Sunday, November 25, 2018

Hannah Yilma - Ethiopian activist, refugee, United Nations diplomat. 1943 – 2018. A personal tribute by Lesley Abdela

 


Hannah Yilma - Ethiopian activist, refugee, United Nations diplomat. 1943 – 2018




A personal tribute by Lesley Abdela

Hannah Yilma was a good friend for five decades. She was brave and cheerful no matter what life was throwing at her (and it did, in quantities). She was kind and funny and warm and passionate about politics. Hannah was quietly elegant with a wicked chuckle.

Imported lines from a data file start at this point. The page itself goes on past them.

/**
 * Laminar burning velocity of a fuel gas in air (or enriched/humid air): the flame engine's public
 * entry. Builds the fresh mixture from Stoke's fuel and oxidiser definitions, starts from Stoke's
 * equilibrium solver (the burnt state at the inlet enthalpy), solves the freely propagating flame
 * with GRI-Mech 3.0 and mixture-averaged transport on an adaptive grid, checks conservation, and
 * continues the burnt gas as a plug flow for the post-flame NO figure.
 *
 * Thermo: the flame, its kinetics and the post-flame reactor use the mechanism's own NASA-7 data;
 * the starting estimate and the equilibrium check use Stoke's species data (lib/thermo), as the
 * equilibrium solver does. The two differ by a few kelvin in the burnt temperature; the check says
 * by how much.
 */
import { flameTemperature, lambdaOf } from "../combustion/flame";
import { normaliseOxidizer, type Oxidizer, OXIDIZER_SPECIES } from "../combustion/stoichiometry";
import { InputError, NotConvergedError, StokeError } from "../errors";
import { resolveFuel, type ResolvedFuel } from "../fuels/resolve";
import { stoichiometricO2_mol_per_kg } from "../combustion/stoichiometry";
import type { FlameSpeedInput, FlameSpeedRequest } from "../schemas/flame-speed";
import { flameSpeedRequestSchema } from "../schemas/flame-speed";
import { firstIssueLine } from "../schemas/fuel";
import { R_J_per_molK } from "../units/constants";
import type { BlockTridiagonal } from "./block-tridiagonal";
import { DEFAULT_GRID_CRITERIA, type GridCriteria } from "./grid";
import { createKinetics, type Kinetics } from "./kinetics";
import { loadMechanism, type Mechanism } from "./mechanism";
import { DEFAULT_POST_FLAME_RESIDENCE_MS, DEFAULT_REFERENCE_O2_PERCENT, integratePostFlame, noReport, type NOReport } from "./post-flame";
import {
  DEFAULT_SOLVER_SETTINGS,
  inletDensity,
  solvePremixed,
  type SolverSettings,
  type FlameSolution,
  type PremixedProblem,
  type ProgressInfo,
  type SolveStats,
} from "./premixed";
import {
  burningVelocityGuess_m_per_s,
  coldStart,
  extrapolateWarmStart,
  inletVector,
  massFractionsFromMoles,
  thinSolution,
  warmCorrection,
  warmStart,
  type WarmCorrection,
} from "./start";
import { speciesThermoInto } from "./thermo";
import { createMixtureTransport, type MixtureTransport } from "./transport";

export const FLAME_SPEED_MECHANISM = "gri30" as const;
/**
 * Revision of the engine's answers: raised whenever a change of the numerics changes what a solve
 * returns for the same request (start, solver, grid criteria, discretisation), so that stores keyed
 * by request (lib/plant/burner-flame.ts) do not serve an older engine's figures or failures.
 * 2: the start's mass flux follows the burnt temperature; C·|C| in the rates; negative mass
 * fractions cleared from a refined grid's start and after pseudo-time steps; the curvature criterion
 * only for components whose range exceeds 1e-6.
 */
export const FLAME_ENGINE_REVISION = 2;

/** Warm start, first try: the neighbour's grid with at most one round of pseudo-time steps. */
const WARM_FIRST_GRID: SolverSettings = { ...DEFAULT_SOLVER_SETTINGS, maxTimeStepAttempts: 1 };
/** Warm start, second try: a coarse copy of the neighbour's grid of about this many points. */
const WARM_COARSE_POINTS = 30;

Born in Ethiopia, Hannah told me about happy times spent with her Father riding through their coffee plantation on horse-back when she was 14 or 15 years old. In this year of the 100th anniversary it is worth mentioning Hannah’s  parents knew Sylvia Pankhurst who lived in Ethiopia from the 1950s. Hannah’s Father helped support the monthly journal, Ethiopia Observer, in which Sylvia reported on Ethiopian life and development. Hannah’s Mother was Elisabeth Workeneh, her Father, Yilma Deressa was  Ethiopia’s Ambassador to the United States and Minister of Finance, at the time of Emperor Haile Selassie.

I first met Hannah in the 1960s when she came to London to attend St Godric’s Secretarial College. We met through mutual friends. She lived with a British family in Surrey who knew her Father through major agricultural business in Ethiopia. I remember admiring the  long light tweed winter dress she wore. It was under-stated quietly elegant with a pink coloured bodice and plaid checked skirt in the same pink with milky coffee beige. I went out and bought an identical dress.

The fact Hannah was at Secretarial College is ironic. She was dyslexic. Much of Hannah’s  life was a kaleidoscope of contradictions.   She looked well-behaved, demure and lady-like. Beneath she was unconventional.   In the swinging sixties she shared a flat in London with a couple of other friends.  One was Maggie Wolf. Maggie married Richard Mason, author of ‘The World of Suzie Wong’ on which the film of that name was based. Maggie and Richard moved to  Rome. Hannah was a frequent visitor.

Activist

Hannah’s  life changed after the Dergue government took power in Ethiopia in 1975. Following the ousting of Emperor Haile Selassie, her Father was imprisoned with other ministers and members of the Emperor’s family. The Communist dictatorship  executed and imprisoned tens of thousands of its opponents without trial.

Hannah  became active in the opposition movement against the military regime.
She and her cousin Dereje Deressa formed the Ethiopian Democratic Union (EDU) and ran the  opposition radio station, “Voice of United Ethiopia” hostile to the military regime. She married the celebrated Ethiopian writer Sibhat Gebre-egziabher.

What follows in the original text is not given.